(Collected data)
- - - - -

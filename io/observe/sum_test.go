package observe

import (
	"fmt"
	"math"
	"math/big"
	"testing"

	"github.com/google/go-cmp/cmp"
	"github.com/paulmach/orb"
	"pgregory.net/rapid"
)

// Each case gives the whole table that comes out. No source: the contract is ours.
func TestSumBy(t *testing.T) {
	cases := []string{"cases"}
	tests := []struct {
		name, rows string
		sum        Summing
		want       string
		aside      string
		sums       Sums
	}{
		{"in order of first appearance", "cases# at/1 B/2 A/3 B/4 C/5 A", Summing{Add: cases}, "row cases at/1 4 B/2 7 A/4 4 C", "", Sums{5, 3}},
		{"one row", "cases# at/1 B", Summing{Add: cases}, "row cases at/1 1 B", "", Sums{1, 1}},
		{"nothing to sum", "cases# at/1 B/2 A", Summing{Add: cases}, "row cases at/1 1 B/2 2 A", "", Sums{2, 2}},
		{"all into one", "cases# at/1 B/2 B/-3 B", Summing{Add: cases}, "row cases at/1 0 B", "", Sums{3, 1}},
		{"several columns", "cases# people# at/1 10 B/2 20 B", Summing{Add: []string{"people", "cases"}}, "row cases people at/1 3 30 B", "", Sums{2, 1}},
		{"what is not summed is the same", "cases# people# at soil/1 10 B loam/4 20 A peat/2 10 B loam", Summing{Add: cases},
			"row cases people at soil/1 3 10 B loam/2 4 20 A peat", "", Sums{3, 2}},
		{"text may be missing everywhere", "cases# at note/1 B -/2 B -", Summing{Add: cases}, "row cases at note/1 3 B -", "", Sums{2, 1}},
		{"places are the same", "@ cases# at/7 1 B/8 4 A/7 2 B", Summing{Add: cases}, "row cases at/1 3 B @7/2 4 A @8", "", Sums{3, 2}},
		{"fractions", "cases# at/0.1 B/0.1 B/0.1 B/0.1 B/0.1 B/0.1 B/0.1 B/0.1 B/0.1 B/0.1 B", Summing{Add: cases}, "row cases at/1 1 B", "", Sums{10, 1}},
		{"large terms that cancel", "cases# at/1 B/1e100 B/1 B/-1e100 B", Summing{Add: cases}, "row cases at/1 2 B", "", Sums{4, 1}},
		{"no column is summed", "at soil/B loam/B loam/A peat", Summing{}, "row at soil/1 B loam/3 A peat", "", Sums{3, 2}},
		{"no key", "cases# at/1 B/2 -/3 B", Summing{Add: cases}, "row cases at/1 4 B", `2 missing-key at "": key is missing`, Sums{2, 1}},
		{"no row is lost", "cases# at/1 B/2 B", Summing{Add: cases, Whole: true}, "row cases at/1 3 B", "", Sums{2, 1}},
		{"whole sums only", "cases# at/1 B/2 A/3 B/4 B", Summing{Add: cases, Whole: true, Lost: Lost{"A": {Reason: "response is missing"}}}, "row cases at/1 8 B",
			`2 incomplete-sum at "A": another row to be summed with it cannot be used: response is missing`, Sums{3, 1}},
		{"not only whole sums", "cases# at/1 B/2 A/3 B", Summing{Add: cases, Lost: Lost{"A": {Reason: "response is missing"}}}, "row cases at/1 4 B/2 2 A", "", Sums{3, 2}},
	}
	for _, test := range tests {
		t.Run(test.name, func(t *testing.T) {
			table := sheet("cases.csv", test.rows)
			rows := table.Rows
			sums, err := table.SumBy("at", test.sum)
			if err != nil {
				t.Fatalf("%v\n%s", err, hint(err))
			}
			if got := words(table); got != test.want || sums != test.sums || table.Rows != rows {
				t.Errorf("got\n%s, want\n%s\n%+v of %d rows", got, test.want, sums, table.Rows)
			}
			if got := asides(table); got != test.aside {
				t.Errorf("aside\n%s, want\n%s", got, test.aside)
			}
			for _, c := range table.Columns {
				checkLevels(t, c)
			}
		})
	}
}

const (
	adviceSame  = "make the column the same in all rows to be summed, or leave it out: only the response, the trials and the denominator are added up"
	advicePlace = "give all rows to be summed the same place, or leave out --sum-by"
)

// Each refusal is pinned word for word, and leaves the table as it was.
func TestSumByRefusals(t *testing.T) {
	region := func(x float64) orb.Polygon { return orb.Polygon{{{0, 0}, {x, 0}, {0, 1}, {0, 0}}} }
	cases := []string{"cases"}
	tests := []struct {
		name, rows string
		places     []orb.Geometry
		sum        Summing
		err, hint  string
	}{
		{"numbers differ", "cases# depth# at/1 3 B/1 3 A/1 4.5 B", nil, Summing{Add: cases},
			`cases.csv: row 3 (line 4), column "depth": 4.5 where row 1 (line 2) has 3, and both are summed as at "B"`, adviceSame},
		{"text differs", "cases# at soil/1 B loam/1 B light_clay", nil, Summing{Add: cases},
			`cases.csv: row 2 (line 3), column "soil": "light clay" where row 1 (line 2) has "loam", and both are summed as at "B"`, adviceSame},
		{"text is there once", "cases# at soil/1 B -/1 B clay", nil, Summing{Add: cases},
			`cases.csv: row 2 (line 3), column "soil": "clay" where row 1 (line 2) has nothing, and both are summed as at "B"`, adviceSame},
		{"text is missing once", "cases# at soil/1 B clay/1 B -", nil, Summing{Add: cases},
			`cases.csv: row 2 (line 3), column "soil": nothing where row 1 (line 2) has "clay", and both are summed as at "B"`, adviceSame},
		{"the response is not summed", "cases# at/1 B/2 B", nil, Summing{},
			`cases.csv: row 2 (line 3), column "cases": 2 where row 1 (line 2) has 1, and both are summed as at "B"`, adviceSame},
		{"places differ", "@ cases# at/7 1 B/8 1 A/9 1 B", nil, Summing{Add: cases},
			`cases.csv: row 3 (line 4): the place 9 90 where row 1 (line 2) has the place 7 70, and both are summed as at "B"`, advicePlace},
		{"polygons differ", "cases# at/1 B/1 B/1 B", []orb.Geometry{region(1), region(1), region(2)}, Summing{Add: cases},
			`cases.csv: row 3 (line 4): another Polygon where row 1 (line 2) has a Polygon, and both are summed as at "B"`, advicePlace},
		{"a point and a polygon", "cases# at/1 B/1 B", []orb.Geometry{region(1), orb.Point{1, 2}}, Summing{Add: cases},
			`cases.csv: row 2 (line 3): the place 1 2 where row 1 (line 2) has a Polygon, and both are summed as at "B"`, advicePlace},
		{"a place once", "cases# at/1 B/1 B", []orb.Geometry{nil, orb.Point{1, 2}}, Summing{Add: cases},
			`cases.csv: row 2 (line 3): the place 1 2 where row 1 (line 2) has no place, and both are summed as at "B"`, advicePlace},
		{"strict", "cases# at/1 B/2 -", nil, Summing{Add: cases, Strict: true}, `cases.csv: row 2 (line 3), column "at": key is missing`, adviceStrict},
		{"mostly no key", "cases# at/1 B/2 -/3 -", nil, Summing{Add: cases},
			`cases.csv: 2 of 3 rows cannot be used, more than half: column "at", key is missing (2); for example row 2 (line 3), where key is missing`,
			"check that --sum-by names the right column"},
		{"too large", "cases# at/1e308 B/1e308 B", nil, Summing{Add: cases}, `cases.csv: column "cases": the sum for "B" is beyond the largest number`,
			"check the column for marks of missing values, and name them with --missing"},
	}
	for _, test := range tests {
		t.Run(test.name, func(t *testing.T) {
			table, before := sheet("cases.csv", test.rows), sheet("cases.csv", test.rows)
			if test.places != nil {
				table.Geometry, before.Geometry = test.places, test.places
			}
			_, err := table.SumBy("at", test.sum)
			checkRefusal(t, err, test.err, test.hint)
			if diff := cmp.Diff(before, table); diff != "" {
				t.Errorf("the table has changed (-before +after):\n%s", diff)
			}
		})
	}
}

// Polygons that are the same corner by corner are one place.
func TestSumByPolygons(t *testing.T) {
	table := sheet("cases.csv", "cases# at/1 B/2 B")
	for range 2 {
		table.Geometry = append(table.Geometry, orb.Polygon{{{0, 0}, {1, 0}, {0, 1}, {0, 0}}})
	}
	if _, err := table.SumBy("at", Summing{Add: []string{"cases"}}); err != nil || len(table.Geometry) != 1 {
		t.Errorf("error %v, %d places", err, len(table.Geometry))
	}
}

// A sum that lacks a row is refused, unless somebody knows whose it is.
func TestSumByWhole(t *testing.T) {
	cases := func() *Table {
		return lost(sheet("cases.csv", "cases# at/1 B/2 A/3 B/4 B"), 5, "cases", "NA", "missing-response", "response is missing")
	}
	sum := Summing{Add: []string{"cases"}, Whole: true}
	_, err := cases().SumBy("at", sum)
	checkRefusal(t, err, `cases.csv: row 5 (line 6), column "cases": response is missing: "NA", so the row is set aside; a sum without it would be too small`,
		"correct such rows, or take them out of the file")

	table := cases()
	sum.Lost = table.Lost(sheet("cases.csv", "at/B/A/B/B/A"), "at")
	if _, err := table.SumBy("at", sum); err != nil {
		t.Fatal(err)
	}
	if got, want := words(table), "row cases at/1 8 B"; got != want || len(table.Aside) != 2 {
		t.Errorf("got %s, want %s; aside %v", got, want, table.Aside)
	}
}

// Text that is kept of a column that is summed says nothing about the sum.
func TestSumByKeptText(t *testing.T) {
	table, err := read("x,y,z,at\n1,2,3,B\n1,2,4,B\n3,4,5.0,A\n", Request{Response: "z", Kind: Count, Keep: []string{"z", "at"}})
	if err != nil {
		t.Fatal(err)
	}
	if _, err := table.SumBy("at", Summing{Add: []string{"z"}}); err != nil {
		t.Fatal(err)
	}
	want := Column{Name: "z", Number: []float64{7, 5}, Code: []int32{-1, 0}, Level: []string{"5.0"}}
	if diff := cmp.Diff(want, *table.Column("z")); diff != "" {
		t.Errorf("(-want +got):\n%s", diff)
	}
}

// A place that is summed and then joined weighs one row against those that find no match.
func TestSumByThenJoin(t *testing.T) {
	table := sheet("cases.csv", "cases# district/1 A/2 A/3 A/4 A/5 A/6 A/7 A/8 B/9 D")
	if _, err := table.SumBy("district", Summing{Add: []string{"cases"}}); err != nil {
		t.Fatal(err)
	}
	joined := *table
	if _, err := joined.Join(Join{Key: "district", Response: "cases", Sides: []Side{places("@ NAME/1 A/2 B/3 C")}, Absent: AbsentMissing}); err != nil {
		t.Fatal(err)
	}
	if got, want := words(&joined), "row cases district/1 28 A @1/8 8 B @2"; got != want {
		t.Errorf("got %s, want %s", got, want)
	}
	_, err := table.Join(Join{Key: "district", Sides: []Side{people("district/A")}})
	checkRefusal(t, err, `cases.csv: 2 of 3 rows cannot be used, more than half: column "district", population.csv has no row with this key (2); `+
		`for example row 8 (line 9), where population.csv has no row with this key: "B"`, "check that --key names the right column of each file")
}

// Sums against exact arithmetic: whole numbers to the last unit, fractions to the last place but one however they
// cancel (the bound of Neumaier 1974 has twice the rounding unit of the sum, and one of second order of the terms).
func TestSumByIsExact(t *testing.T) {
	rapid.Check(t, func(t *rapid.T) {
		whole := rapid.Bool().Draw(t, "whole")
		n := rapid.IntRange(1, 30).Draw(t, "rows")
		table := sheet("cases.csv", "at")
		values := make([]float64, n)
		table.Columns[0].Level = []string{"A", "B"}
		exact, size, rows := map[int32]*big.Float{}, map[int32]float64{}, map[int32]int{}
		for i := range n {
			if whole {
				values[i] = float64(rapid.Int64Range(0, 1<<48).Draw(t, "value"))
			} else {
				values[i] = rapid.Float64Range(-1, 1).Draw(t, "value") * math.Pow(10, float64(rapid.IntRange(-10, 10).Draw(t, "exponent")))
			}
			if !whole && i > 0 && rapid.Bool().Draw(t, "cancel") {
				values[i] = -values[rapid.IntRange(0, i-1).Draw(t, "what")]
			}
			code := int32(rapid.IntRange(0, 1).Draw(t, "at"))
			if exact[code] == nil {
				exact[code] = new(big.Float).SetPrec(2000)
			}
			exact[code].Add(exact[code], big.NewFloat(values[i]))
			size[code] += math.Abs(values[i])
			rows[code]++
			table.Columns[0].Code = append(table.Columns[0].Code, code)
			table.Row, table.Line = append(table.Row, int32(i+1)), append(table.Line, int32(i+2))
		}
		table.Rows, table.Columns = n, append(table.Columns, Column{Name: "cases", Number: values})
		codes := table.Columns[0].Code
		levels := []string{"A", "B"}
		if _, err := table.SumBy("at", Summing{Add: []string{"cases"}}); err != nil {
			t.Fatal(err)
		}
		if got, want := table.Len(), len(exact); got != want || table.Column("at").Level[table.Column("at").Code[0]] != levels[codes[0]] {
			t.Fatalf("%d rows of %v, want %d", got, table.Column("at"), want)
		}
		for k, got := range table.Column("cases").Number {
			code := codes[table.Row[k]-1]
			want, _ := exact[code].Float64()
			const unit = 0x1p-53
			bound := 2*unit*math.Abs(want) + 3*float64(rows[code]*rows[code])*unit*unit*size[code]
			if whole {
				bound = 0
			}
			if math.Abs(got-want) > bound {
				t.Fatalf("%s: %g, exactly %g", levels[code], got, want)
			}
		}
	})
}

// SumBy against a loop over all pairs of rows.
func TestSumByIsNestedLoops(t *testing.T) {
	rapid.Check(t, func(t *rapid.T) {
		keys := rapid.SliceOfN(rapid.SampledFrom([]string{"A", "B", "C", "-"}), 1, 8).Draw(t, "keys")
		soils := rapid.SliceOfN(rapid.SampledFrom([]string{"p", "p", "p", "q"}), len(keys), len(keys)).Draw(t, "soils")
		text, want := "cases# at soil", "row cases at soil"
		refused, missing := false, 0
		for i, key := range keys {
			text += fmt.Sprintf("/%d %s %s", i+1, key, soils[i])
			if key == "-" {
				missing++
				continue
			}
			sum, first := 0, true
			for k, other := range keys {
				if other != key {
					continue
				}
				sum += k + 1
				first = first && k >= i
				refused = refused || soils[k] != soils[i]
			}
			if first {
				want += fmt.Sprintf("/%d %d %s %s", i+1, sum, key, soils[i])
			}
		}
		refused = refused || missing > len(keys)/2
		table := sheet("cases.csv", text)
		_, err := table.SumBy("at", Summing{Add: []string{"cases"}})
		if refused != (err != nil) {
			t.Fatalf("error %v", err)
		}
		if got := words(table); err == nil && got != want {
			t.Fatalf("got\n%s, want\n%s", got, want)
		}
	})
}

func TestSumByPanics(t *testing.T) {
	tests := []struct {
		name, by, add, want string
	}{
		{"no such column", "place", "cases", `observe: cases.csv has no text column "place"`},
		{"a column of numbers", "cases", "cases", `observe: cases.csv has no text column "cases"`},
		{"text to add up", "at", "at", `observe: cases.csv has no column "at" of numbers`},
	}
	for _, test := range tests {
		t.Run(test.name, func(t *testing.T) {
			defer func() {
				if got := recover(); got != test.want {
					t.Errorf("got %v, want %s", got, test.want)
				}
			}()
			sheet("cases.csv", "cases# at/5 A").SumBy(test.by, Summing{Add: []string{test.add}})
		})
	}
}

- - - - -

▸ Task goal
Find the line with "if math.Abs(got-want) >" in the entries above. Retype it and each line after it, exactly, through the line with "sum, first := 0, true", and stop there.

▸ Reply
			if math.Abs(got-want) > bound {
				t.Fatalf("%s: %g, exactly %g", levels[code], got, want)
			}
		}
	})
}

// SumBy against a loop over all pairs of rows.
func TestSumByIsNestedLoops(t *testing.T) {
	rapid.Check(t, func(t *rapid.T) {
		keys := rapid.SliceOfN(rapid.SampledFrom([]string{"A", "B", "C", "-"}), 1, 8).Draw(t, "keys")
		soils := rapid.SliceOfN(rapid.SampledFrom([]string{"p", "p", "p", "q"}), len(keys), len(keys)).Draw(t, "soils")
		text, want := "cases# at soil", "row cases at soil"
		refused, missing := false, 0
		for i, key := range keys {
			text += fmt.Sprintf("/%d %s %s", i+1, key, soils[i])
			if key == "-" {
				missing++
				continue
			}
			sum, first := 0, true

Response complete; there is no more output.